For legal purposes, make sure:

1. Obtain proof that the target business owns key assets such as property, equipment,

Intellectual property, copyright and patents 2. Obtain details of past, current or pending legal cases 3. Look at the detail in the business' current and possible future contractual obligations with its employees (including pension obligations), customers and suppliers 4. CONSIDER the impact of a change in the business' ownership on existing contracts


Considering general terms of a potential deal you will probably seek certain confirmations and commitments from the seller of the target business. These will provide a level of insurance and comfort about the deal and are indications of the seller's own confidence in their business. A written statement from the seller that confirms a key fact about the business is known as a warranty. You may require warranties on the business' assets, the order book, debtors and creditors, employees, legal claims and the business' audited accounts. A commitment from the seller to reimburse you in full in certain situations is known as an indemnity. You might seek indemnities for unreported tax liabilities, for example.

The Companies (Cross-Border Mergers) Regulations 2007 came into force on 15 December 2007 and govern mergers between UK and overseas companies. The regulations introduced a framework which removed legislative barriers and made it easier for UK companies to engage in mergers with other companies from within the European Economic Area. Read information on the regulations governing cross-border mergers on the Department for Business, Enterprise and Regulatory Reform (BERR) website- Opens in a new window. If you are contemplating a crossborder merger, make sure you take appropriate professional advice from the start.


After you have registered interest in doing a deal with another business you will probably follow a process that includes the following steps: 1. Appointing professional advisers - legal and financial. 2. Carrying out due diligence. 3. Valuing the business. 4. Negotiating financing of the acquisition/merger. 5. Making an initial offer subject to contract. 6. Agreeing the main terms of the deal including a payment schedule, warranties and indemnities from the other business. 7. Updating due diligence based on access to the target business. 8. Finalizing the terms of the deal - including restructuring of the shareholding, if appropriate. 9. Announcing the deal and communicating it to staff.

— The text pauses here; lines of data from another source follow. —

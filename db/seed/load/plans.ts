import { addDays } from "~/platform/clock";
import { evaluationPlans } from "~db/schema";
import type { Loading } from "./loading";

/** Days before the season under way on which the plan was written. */
const ahead = 12;

const words = `We compare athlete-exposures of athletes who did the warm-up with those of athletes who did not, in training and in matches apart, over the whole season. Sessions whose warm-up nobody recorded stay apart. The thirds of compliance are read as a second look. We look once, after the season, and change nothing in the programme because of a look in between.`;

/** What the medical lead wrote down, before the season under way began, of how the programme will be judged. */
export async function loadPlans({ tx, own, organisationId, id, person, on, seals }: Loading) {
  const season = own.seasons.filter(({ from }) => from <= own.today).at(-1);
  const lead = own.memberships.find(({ role }) => role === "lead")?.person;
  if (!season || !lead) return;
  const planId = id("evaluation plan", season.key);
  await tx.insert(evaluationPlans).values({
    organisationId,
    id: planId,
    area: "knee",
    contact: "without",
    onset: "sudden",
    caseDefinition: "time-loss",
    comparison: "warmed-up",
    plan: seals.sealRequired({ table: "evaluation_plans", column: "plan", row: planId, version: 1 }, words),
    recordedBy: person(lead),
    recordedAt: on(addDays(season.from, -ahead), "10:00"),
  });
}
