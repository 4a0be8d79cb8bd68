import { defineConfig } from "vitest/config";

/**
 * Three projects: `unit` needs nothing, `server` a PostgreSQL of its own per test file, `browser` Chromium and the
 * build besides. `npm test` runs all; `npx vitest run --config tests/vitest.config.ts <pattern>` some, and brings the
 * test cluster up by itself. How tests use the database: tests/harness/index.ts.
 */

/** Tests of the mail parts stand under server/ but ask nothing of a database. */
const mail = "tests/server/mail/**/*.test.ts";

export default defineConfig({
  resolve: { tsconfigPaths: true },
  test: {
    maxWorkers: 2,
    pool: "forks",
    projects: [
      {
        extends: true,
        test: {
          name: "unit",
          // Properties run hundreds of cases; on a busy machine five seconds are not many.
          testTimeout: 60_000,
          include: ["tests/**/*.test.{ts,tsx}"],
          exclude: ["tests/server/**", "tests/browser/**", "node_modules/**"],
        },
      },
      { extends: true, test: { name: "mail", include: [mail] } },
      {
        extends: true,
        // The server project runs as production does, where React has no development JSX.
        oxc: { jsx: { runtime: "automatic", development: false } },
        test: {
          name: "server",
          include: ["tests/server/**/*.test.ts"],
          exclude: [mail],
          globalSetup: ["tests/harness/cluster.ts"],
          setupFiles: ["tests/harness/setup.ts"],
          testTimeout: 60_000,
          hookTimeout: 300_000,
          // The built server is a module of its own and is not transformed again.
          server: { deps: { external: [/\/build\/server\//] } },
        },
      },
      {
        extends: true,
        test: {
          name: "browser",
          include: ["tests/browser/**/*.test.ts"],
          globalSetup: ["tests/harness/cluster.ts"],
          setupFiles: ["tests/harness/setup.ts"],
          testTimeout: 180_000,
          hookTimeout: 300_000,
        },
      },
    ],
  },
});
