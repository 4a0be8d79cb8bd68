import { availabilityChanges, availabilityReasons } from "~db/schema";
import { addDays } from "../scenario/days";
import type { Availability } from "../scenario/types";
import { writtenAt } from "./injuries";
import { byKey, find, groupBy, insertRows, type Loading } from "./loading";

type Change = Pick<Availability, "state" | "restrictions" | "minutesLimit"> | { state: "full" };

/** Contributions of one reason as dated changes: each holds until the next, and what ends is full again the day after. */
export function changesOf(parts: readonly Availability[]): (Change & { from: string })[] {
  const sorted = [...parts].sort((a, b) => (a.from < b.from ? -1 : 1));
  return sorted.flatMap((part, index) => {
    const next = sorted[index + 1];
    const change = {
      from: part.from,
      state: part.state,
      restrictions: part.restrictions,
      minutesLimit: part.minutesLimit,
    };
    const dayAfter = part.to === null ? null : addDays(part.to, 1);
    if (dayAfter === null || dayAfter === next?.from) return [change];
    return [change, { from: dayAfter, state: "full" as const }];
  });
}

type Reason = {
  key: string;
  athlete: string;
  cause: Availability["reason"];
  injury: string | null;
  parts: Availability[];
};

/** An injury is one reason. Of the others each run of days without a gap is one. */
export function reasonsOf(rows: readonly Availability[]): Reason[] {
  const ofInjuries = groupBy(
    rows.filter(({ injury }) => injury !== null),
    ({ injury }) => injury ?? "",
  );
  const reasons: Reason[] = [...ofInjuries].map(([injury, parts]) => ({
    key: injury,
    athlete: parts[0]?.athlete ?? "",
    cause: "injury",
    injury,
    parts,
  }));
  const others = groupBy(
    rows.filter(({ injury }) => injury === null),
    ({ athlete, reason }) => `${athlete} ${reason}`,
  );
  for (const parts of others.values()) {
    let open: Reason | undefined;
    for (const part of parts.sort((a, b) => (a.from < b.from ? -1 : 1))) {
      const end = open?.parts.at(-1)?.to;
      if (open && end && addDays(end, 1) === part.from) {
        open.parts.push(part);
        continue;
      }
      const { athlete, reason, from } = part;
      open = { key: `${athlete} ${reason} ${from}`, athlete, cause: reason, injury: null, parts: [part] };
      reasons.push(open);
    }
  }
  return reasons;
}

/** Why athletes were not fully available, and the dated changes of each reason, set by the athletic trainer. */
export async function loadAvailability({ tx, own, organisationId, id, person, at, on }: Loading) {
  const injuries = byKey(own.injuries);
  const trainer = own.memberships.find(({ role }) => role === "trainer")?.person ?? "";
  const reasons = reasonsOf(own.availability).map((reason) => {
    const injury = reason.injury === null ? undefined : find(injuries, reason.injury);
    const changes = changesOf(reason.parts);
    const begun = on(changes[0]?.from ?? own.today, "08:00");
    const written = injury ? at(writtenAt(injury)) : begun;
    return { ...reason, changes, written, by: person(injury?.loggedBy ?? trainer) };
  });
  await insertRows(
    tx,
    availabilityReasons,
    reasons.map(({ key, athlete, cause, injury, by, written }) => ({
      organisationId,
      id: id("availability reason", key),
      athleteId: id("athlete", athlete),
      cause,
      injuryId: injury && id("injury", injury),
      recordedBy: by,
      recordedAt: written,
    })),
  );
  await insertRows(
    tx,
    availabilityChanges,
    reasons.flatMap(({ key, athlete, by, changes, written }) =>
      changes.map((change, index) => ({
        organisationId,
        id: id("availability change", `${key} ${index + 1}`),
        reasonId: id("availability reason", key),
        athleteId: id("athlete", athlete),
        fromDay: change.from,
        state: change.state,
        restrictions: change.state === "full" ? [] : change.restrictions,
        minutesLimit: change.state === "full" ? null : change.minutesLimit,
        setBy: by,
        setAt: index === 0 ? written : on(change.from, "08:00"),
        seq: index + 1,
      })),
    ),
  );
}
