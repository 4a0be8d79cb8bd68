/** The SQL that makes a new cluster ours: four roles, one database, what the migrations may not do themselves. */

/** The database's name. */
export const DATABASE = "haleside";

/**
 * Roles and the database, run in the cluster's `postgres` database before it is ever reachable.
 *
 * `haleside_owner` may create databases, here only: a test makes copies of its template as the owner.
 *
 * @param {import("./secrets.mjs").Secrets} secrets
 * @returns {string[]} one statement each
 */
export function roleStatements(secrets) {
  const plain = "LOGIN NOSUPERUSER NOCREATEROLE NOREPLICATION";
  return [
    `ALTER ROLE postgres PASSWORD ${quote(secrets.superuser)}`,
    `CREATE ROLE haleside_owner ${plain} NOBYPASSRLS CREATEDB PASSWORD ${quote(secrets.owner)}`,
    `CREATE ROLE haleside_app ${plain} NOBYPASSRLS NOCREATEDB NOINHERIT PASSWORD ${quote(secrets.app)}`,
    `CREATE ROLE haleside_auth ${plain} NOBYPASSRLS NOCREATEDB NOINHERIT PASSWORD ${quote(secrets.auth)}`,
    `CREATE ROLE haleside_maintenance ${plain} BYPASSRLS NOCREATEDB NOINHERIT PASSWORD ${quote(secrets.maintenance)}`,
    `CREATE DATABASE ${DATABASE} OWNER haleside_owner TEMPLATE template0 ENCODING 'UTF8'`,
    `REVOKE ALL ON DATABASE ${DATABASE} FROM PUBLIC`,
    `GRANT CONNECT ON DATABASE ${DATABASE} TO haleside_app, haleside_auth, haleside_maintenance`,
    "REVOKE ALL ON DATABASE postgres FROM PUBLIC",
    "GRANT CONNECT ON DATABASE postgres TO haleside_owner",
    "REVOKE ALL ON DATABASE template1 FROM PUBLIC",
  ];
}

/**
 * Run in the new database: the extensions that only a superuser may make, and a `public` schema that nobody but
 * the owner makes anything in. (Without `USAGE` the other roles could not call the extensions' operators.)
 *
 * @returns {string[]} one statement each
 */
export function databaseStatements() {
  return [
    "CREATE EXTENSION btree_gist",
    "CREATE EXTENSION pg_trgm",
    "REVOKE ALL ON SCHEMA public FROM PUBLIC",
    "ALTER SCHEMA public OWNER TO haleside_owner",
    "GRANT USAGE ON SCHEMA public TO haleside_app, haleside_maintenance",
  ];
}

/** @param {string} text */
function quote(text) {
  return `'${text.replaceAll("'", "''")}'`;
}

In the case of an Acquisition, will need to integrate key aspects of the two businesses, specifically: 1. Management 2. Staff 3. Technology 4. Communications 5. Processes, policies and procedures 6. Payroll 7. Training 8. Personnel policies 9. Invoicing and purchasing systems

The role of professionals:

It is important for you to seek professional advice when considering a deal. You may use bankers, accountants, lawyers, surveyors and values for different matters. Advisers with experience in deals will help you make the right choice, pay a reasonable price and avoid pitfalls during and after a deal. Advisers can provide valuable guidance in areas such as valuing the business, financing the deal, terms and contracts, reviewing legal aspects and specialist valuation of specific areas of the business.